Use the entries below and reproduce exactly the lines from the one containing "from calccheck.arithmetic import" down to the one containing "members = parse_chain(_joined_lines(needle, start))", both of them included.

## RECORDS TO USE
+++

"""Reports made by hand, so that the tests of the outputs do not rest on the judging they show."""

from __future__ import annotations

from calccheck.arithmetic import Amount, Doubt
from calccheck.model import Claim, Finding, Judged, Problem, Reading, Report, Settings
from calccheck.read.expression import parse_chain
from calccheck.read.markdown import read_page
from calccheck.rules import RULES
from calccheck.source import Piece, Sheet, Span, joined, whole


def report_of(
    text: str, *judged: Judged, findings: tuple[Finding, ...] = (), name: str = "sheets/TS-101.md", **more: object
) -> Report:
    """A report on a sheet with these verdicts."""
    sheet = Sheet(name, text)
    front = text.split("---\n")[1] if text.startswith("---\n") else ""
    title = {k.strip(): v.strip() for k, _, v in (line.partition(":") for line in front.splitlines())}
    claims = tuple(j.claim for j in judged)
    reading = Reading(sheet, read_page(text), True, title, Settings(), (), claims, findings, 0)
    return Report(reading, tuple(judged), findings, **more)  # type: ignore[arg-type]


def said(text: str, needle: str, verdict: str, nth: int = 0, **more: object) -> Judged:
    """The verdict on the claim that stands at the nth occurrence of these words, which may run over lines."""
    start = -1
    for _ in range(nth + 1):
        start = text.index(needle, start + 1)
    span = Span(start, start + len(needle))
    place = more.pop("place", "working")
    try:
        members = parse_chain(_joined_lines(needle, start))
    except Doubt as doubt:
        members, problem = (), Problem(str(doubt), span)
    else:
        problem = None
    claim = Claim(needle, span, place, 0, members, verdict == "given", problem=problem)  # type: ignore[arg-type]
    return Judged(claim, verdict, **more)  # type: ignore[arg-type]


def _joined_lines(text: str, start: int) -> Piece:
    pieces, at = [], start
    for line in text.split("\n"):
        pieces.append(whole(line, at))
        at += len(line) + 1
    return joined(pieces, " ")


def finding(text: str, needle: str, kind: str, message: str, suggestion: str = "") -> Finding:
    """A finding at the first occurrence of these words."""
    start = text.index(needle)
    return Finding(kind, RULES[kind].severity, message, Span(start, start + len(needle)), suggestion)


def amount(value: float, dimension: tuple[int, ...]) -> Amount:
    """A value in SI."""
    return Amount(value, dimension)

+++

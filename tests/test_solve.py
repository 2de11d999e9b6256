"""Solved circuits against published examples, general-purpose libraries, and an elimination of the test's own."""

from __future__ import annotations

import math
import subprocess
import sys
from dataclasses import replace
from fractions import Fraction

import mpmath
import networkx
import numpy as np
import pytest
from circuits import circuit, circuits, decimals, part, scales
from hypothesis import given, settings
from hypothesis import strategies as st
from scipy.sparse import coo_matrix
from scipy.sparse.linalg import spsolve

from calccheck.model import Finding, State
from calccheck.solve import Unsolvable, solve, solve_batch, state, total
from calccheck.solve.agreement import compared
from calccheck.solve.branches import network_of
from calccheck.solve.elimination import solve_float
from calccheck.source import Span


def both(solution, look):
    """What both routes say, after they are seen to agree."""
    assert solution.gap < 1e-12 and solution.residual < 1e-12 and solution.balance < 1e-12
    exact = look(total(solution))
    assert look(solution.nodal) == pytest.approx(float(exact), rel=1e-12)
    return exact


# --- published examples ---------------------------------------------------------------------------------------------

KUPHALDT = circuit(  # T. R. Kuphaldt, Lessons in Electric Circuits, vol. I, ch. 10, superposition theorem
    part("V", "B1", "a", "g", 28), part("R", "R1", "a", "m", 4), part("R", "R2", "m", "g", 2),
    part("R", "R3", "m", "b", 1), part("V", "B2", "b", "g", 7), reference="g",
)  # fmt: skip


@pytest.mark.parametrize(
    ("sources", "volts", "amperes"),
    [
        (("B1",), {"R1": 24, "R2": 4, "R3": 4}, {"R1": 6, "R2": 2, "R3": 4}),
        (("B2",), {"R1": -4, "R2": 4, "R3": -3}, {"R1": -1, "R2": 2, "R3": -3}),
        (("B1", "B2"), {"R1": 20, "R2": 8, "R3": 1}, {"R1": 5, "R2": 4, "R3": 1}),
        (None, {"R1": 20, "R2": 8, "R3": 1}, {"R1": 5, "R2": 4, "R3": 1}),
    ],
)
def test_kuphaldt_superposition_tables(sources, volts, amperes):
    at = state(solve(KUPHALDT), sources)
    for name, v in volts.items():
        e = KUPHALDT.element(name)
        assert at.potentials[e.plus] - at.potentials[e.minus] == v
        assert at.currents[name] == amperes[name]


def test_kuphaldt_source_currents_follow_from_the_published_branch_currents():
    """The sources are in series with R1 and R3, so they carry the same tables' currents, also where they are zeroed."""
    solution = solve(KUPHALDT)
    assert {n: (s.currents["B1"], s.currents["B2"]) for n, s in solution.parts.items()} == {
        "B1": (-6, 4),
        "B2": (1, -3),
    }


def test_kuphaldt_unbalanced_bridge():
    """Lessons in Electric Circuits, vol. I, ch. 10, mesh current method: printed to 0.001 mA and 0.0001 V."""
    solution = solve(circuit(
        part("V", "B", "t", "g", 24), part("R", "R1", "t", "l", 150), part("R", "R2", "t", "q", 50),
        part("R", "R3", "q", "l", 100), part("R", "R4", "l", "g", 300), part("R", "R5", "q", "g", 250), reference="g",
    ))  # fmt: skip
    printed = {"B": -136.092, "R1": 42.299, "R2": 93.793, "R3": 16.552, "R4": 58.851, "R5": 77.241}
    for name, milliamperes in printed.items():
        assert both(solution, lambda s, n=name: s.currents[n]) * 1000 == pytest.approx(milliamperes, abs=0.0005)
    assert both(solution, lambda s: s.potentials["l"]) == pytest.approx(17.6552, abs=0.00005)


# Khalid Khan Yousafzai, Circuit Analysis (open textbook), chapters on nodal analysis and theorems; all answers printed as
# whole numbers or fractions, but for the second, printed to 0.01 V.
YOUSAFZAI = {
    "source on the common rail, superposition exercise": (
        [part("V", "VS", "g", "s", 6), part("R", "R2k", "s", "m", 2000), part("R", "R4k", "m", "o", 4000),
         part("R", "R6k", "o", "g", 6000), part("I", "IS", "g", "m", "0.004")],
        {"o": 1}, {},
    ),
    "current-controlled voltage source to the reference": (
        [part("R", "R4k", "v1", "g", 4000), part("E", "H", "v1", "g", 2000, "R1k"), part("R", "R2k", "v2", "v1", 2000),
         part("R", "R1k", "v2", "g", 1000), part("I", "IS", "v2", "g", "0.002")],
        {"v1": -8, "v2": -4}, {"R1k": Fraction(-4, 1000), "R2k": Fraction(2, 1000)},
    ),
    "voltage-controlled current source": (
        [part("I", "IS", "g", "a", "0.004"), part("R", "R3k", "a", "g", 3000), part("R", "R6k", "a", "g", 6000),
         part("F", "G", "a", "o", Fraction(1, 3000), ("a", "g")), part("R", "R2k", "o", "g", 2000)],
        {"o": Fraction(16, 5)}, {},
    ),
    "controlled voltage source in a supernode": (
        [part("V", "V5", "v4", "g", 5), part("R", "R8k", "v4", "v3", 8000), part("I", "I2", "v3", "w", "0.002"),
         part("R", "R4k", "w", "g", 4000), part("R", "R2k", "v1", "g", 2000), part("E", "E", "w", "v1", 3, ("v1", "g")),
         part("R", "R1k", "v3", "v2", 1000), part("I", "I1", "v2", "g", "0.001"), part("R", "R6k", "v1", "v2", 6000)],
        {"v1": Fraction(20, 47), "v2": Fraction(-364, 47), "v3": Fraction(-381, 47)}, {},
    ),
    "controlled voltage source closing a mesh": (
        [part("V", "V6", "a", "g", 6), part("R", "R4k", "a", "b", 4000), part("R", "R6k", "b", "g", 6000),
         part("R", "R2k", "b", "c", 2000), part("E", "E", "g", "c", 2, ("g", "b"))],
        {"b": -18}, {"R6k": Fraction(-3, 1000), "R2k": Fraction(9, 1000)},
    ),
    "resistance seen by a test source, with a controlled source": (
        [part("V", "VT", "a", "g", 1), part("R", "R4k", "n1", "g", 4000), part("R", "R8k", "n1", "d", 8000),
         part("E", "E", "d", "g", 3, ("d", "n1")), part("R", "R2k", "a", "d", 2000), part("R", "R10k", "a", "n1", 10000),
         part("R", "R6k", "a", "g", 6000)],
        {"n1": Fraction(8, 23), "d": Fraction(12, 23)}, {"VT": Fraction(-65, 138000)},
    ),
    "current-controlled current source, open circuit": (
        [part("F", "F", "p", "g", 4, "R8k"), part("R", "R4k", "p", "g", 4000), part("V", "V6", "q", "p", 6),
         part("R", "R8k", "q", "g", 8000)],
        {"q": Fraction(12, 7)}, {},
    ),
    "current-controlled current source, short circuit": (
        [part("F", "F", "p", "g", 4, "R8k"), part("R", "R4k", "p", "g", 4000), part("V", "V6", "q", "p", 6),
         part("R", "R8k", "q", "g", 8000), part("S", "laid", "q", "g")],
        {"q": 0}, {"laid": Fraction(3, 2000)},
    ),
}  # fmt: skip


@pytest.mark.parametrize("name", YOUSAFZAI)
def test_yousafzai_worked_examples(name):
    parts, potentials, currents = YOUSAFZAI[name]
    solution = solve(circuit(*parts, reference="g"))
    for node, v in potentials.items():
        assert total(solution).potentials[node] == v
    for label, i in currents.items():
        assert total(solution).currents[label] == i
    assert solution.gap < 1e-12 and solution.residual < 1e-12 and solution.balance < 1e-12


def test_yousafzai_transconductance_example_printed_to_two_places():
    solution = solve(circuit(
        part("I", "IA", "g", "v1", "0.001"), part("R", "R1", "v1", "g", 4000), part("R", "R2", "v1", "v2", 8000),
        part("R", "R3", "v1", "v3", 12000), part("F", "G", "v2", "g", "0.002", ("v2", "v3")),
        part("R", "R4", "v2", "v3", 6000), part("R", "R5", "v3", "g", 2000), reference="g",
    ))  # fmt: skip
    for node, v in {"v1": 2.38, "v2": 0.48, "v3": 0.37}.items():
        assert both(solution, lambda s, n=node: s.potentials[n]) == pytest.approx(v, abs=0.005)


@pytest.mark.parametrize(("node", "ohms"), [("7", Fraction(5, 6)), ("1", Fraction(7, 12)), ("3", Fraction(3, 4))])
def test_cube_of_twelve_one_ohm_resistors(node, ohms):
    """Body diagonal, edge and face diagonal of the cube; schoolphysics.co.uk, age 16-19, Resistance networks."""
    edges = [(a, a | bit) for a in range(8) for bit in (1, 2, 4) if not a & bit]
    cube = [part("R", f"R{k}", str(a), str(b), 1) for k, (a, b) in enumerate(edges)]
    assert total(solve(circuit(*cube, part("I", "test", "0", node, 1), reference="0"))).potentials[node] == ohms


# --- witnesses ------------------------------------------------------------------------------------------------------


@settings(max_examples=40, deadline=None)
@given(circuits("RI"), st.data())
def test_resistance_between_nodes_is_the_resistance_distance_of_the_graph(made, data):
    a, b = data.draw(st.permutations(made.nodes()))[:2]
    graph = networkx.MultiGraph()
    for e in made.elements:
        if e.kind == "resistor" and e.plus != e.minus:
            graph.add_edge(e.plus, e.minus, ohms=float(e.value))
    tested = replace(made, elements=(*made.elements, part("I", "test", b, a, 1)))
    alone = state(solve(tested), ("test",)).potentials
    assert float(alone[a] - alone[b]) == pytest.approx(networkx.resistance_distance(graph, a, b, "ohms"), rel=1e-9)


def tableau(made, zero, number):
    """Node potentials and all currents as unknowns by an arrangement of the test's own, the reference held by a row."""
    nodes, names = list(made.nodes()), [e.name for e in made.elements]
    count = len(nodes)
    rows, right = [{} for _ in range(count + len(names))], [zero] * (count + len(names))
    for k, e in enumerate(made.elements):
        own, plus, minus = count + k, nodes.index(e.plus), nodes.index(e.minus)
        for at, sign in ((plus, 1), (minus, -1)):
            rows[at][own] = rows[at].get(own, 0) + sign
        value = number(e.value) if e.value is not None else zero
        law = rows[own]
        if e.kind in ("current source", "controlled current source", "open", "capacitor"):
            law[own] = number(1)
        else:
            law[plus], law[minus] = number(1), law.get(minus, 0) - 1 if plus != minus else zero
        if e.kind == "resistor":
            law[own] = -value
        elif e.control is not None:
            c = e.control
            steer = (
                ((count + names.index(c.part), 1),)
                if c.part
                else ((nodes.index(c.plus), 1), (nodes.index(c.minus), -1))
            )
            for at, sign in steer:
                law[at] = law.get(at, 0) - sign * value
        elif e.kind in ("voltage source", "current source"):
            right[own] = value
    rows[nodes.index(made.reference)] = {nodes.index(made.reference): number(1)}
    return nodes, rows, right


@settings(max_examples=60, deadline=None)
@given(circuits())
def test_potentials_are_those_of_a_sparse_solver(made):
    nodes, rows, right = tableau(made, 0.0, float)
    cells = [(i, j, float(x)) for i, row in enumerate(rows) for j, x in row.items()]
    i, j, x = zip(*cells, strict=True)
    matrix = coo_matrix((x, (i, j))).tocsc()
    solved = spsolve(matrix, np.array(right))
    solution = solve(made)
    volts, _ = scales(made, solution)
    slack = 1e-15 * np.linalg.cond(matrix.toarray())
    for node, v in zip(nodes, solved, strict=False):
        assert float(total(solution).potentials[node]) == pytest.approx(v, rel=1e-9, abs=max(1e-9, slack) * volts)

+++

## PROBLEM SOLUTION
from calccheck.arithmetic import Amount, Doubt
from calccheck.model import Claim, Finding, Judged, Problem, Reading, Report, Settings
from calccheck.read.expression import parse_chain
from calccheck.read.markdown import read_page
from calccheck.rules import RULES
from calccheck.source import Piece, Sheet, Span, joined, whole


def report_of(
    text: str, *judged: Judged, findings: tuple[Finding, ...] = (), name: str = "sheets/TS-101.md", **more: object
) -> Report:
    """A report on a sheet with these verdicts."""
    sheet = Sheet(name, text)
    front = text.split("---\n")[1] if text.startswith("---\n") else ""
    title = {k.strip(): v.strip() for k, _, v in (line.partition(":") for line in front.splitlines())}
    claims = tuple(j.claim for j in judged)
    reading = Reading(sheet, read_page(text), True, title, Settings(), (), claims, findings, 0)
    return Report(reading, tuple(judged), findings, **more)  # type: ignore[arg-type]


def said(text: str, needle: str, verdict: str, nth: int = 0, **more: object) -> Judged:
    """The verdict on the claim that stands at the nth occurrence of these words, which may run over lines."""
    start = -1
    for _ in range(nth + 1):
        start = text.index(needle, start + 1)
    span = Span(start, start + len(needle))
    place = more.pop("place", "working")
    try:
        members = parse_chain(_joined_lines(needle, start))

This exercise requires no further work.